In Fig. 4, parts corresponding to those in Fig. 2 are designated with reference numerals that are 300 higher. In this exemplary embodiment, the recesses 311 consist of both longitudinal grooves and continuous transverse grooves (314 and 313, respectively). Due to this combination of the grooves 313 and 314, the outside of the wall 302 of the discharge vessel 301 contains a spiked relief 315.

In Fig. 5, parts corresponding to those in Fig. 2 are designated by reference numerals that are 400 higher. Here, the recesses 411 are pots 416 with a depth and a maximum diameter, the depth being at least three times the maximum diameter.

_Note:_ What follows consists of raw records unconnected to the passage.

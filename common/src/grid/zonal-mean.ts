/**
 * Zonal mean over a longitude band: for each time step and latitude row, the mean of the present
 * (non-NaN) cells whose centre lies in the band [from, to] (degrees, taken modulo 360, so a band
 * may cross the antimeridian: from 160 to −80 spans 160°E–280°E), weighted by cell width Δλ (the
 * area weight within a row). Field (time, lat, lon) row-major; result (time, lat) row-major with
 * NaN where a row has no present cell in the band. lonEdges has nlon + 1 entries.
 */
export function zonalMean(
  field: Float32Array | Float64Array,
  nlat: number,
  lonEdges: ArrayLike<number>,
  band: { from: number; to: number },
): Float64Array {
  const nlon = lonEdges.length - 1;
  const cells = nlat * nlon;
  if (nlon < 1 || field.length % cells !== 0) throw new RangeError('field and grid size disagree');
  const nt = field.length / cells;
  const width = new Float64Array(nlon);
  const from = mod360(band.from);
  const span = mod360(band.to - band.from) || (band.to !== band.from ? 360 : 0);
  for (let j = 0; j < nlon; j++) {
    const centre = (lonEdges[j] + lonEdges[j + 1]) / 2;
    width[j] = mod360(centre - from) <= span ? Math.abs(lonEdges[j + 1] - lonEdges[j]) : 0;
  }
  const out = new Float64Array(nt * nlat);
  for (let t = 0; t < nt; t++) {
    for (let i = 0; i < nlat; i++) {
      const row = (t * nlat + i) * nlon;
      let s = 0;
      let w = 0;
      for (let j = 0; j < nlon; j++) {
        const v = field[row + j];
        if (v === v && width[j] > 0) {
          s += width[j] * v;
          w += width[j];
        }
      }
      out[t * nlat + i] = w > 0 ? s / w : NaN;
    }
  }
  return out;
}

/** x modulo 360 in [0, 360). */
function mod360(x: number): number {
  return ((x % 360) + 360) % 360;
}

The lamp properties were measured on high pressure discharge lamps with discharge vessels according to Fig. 3, both with evacuated outer bulbs and with nitrogen-filled outer bulbs, and compared with those of lamps with conventional discharge vessels. The ionizable filling consisted of 22.5 mg of a sodium-mercury amalgam with a weight ratio of 8.3/40, and xenon at a pressure of 1400 mbar at room temperature. The lamps were adjusted so that the luminous efficacy was maximum. The surface area of the cross-section of the discharge vessel was 19.8 mm² in all cases. A summary of the relevant dimensions of the lamps is given in Table 1. The lamp properties and the settings at which maximum luminous efficacy was achieved are given in Table 2. In this table, P1a is the power dissipated by the lamp in W, V1a is the effective voltage V across the lamp, I1a is the effective current A in the lamp, ∅ is the total luminous flux in lumens, η1a is the luminous efficacy of the lamp in lumens/W, and Tw is the temperature of the hottest spot on the discharge vessel wall in K. This temperature can be determined by spectroscopy. The table also lists the power dissipated by the lamp P1a (max) for which the highest temperature on the inside of the wall is 1550 K. This temperature is considered critical for the gas-tight sintered alumina as the wall material. From Table 2 it can be seen that an increase in the power dissipated by the lamp is possible and that the luminous efficacy is increased by using a relief in the discharge vessel wall. The result of this is that a higher luminous flux can also be realized. An even greater improvement in luminous efficacy is possible if the outer bulb is filled with gas. Table 1 conventional with relief Inner diameter Discharge vessel length Tip-to-bed distance Relief depth Relief repetition Outer diameter Table 2 Outer bulb: vacuum outer bulb mßar conventional with relief

Claims (6)

1. High-pressure discharge lamp with an elongated, vacuum-tight discharge vessel (1) which contains a wall (2) made of ceramic material and is provided with an ionizable filling and with a first (3) and a second (4) electrode, which are each arranged at the ends (5, 6) of the discharge vessel (1) and are each connected to a respective current supply conductor (7, 8) which leads out through the wall (2) of the discharge vessel (1), the discharge vessel (1) being provided with cooling means (10), characterized in that the cooling means (10) are formed by recesses (11) which form a substantially regular external relief (12) in the wall (2) of the discharge vessel (1), and in that this relief (12) is located at least on a portion of the discharge vessel wall (2) between the electrodes (3, 4) and extends over the entire circumference of the discharge vessel (1). 2. High-pressure discharge lamp according to claim 1, characterized in that the relief (112) extends past the electrodes. 3. High-pressure discharge lamp according to claim 1 or 2, characterized in that the recesses (111) contain continuous transverse grooves (113). 4. High-pressure discharge lamp according to claim 1, 2 or 3, characterized in that the recesses (211) contain longitudinal grooves (214). 5. High-pressure discharge lamp according to claim 1 or 2, characterized in that the recesses (411) are pots (416) with a depth and a maximum diameter, the depth being at least three times the maximum diameter. 6. High-pressure discharge lamp according to one of claims 1 to 5, characterized in that the discharge vessel (1) is accommodated in an outer bulb (20) which is filled with gas, for example with nitrogen gas.